▶ **Problem details**:
Examine each line of the data. Copy the line if it includes the word "arrangement".

------ Dataset content ------

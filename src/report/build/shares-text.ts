import type { Band } from '../../arrangement/build.js';
import type { ParallelBuild } from '../../arrangement/parallel-build.js';
import type { Amperes } from '../../quantity/quantity.js';
import { alignTable } from '../align.js';
import type { Style } from '../style.js';
import { briefDigits, loadInWords } from './brief.js';
import { between, estimateCells, valueAt } from './estimate-text.js';
import { section } from './prose.js';

/** What each module carries at the load, and within which limits it stays at a few others. */
export function sharesText(build: ParallelBuild, style: Style): string {
  return [atLoad(build, style), atOthers(build, style)].filter((part) => part !== '').join('\n\n');
}

function atLoad({ modules, atLoad, load }: ParallelBuild, style: Style): string {
  const rows = modules.map(({ name }, index) => {
    const [current, share] = [atLoad.currents[index], atLoad.shares[index]];
    return [
      name,
      ...(current === undefined ? [] : estimateCells(current, 'current')),
      ...(share === undefined ? [] : estimateCells(share, 'ratio')),
    ];
  });
  const what = load.from === 'asked-for' ? 'the load asked for' : 'what is recommended';
  return section(
    `Shares at ${loadInWords(load)}`,
    alignTable(rows, ['left', 'right', 'left', 'right', 'left']),
    style,
    `${what}; 95 %`,
  );
}

/** A quarter and half of the load, and the most that was worked out. */
function atOthers({ modules, sharing, load }: ParallelBuild, style: Style): string {
  const most = sharing.loads.at(-1);
  const least = sharing.loads[0];
  if (most === undefined || least === undefined) return '';
  const places = [0.25, 0.5]
    .map((share) => share * load.current)
    .filter((place) => place >= least && place <= most);
  const loads: readonly Amperes[] = [...places, most];
  const row = (name: string, band: Band | undefined): string[] => [
    name,
    ...loads.map((place) =>
      band === undefined
        ? ''
        : between(valueAt(sharing.loads, band.low, place), valueAt(sharing.loads, band.high, place)),
    ),
  ];
  const rows = [
    ['load, A', ...loads.map(briefDigits)],
    ...modules.map(({ name }, index) => row(`${name}, A`, sharing.currents[index])),
    row('voltage, V', sharing.busVoltage),
  ];
  return section(
    'Shares at other loads',
    alignTable(rows, ['left', ...loads.map(() => 'right' as const)]),
    style,
    '95 % limits; the last is all that the group holds',
  );
}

------

▶ **Solution to this problem**:
import type { Band } from '../../arrangement/build.js';
import type { ParallelBuild } from '../../arrangement/parallel-build.js';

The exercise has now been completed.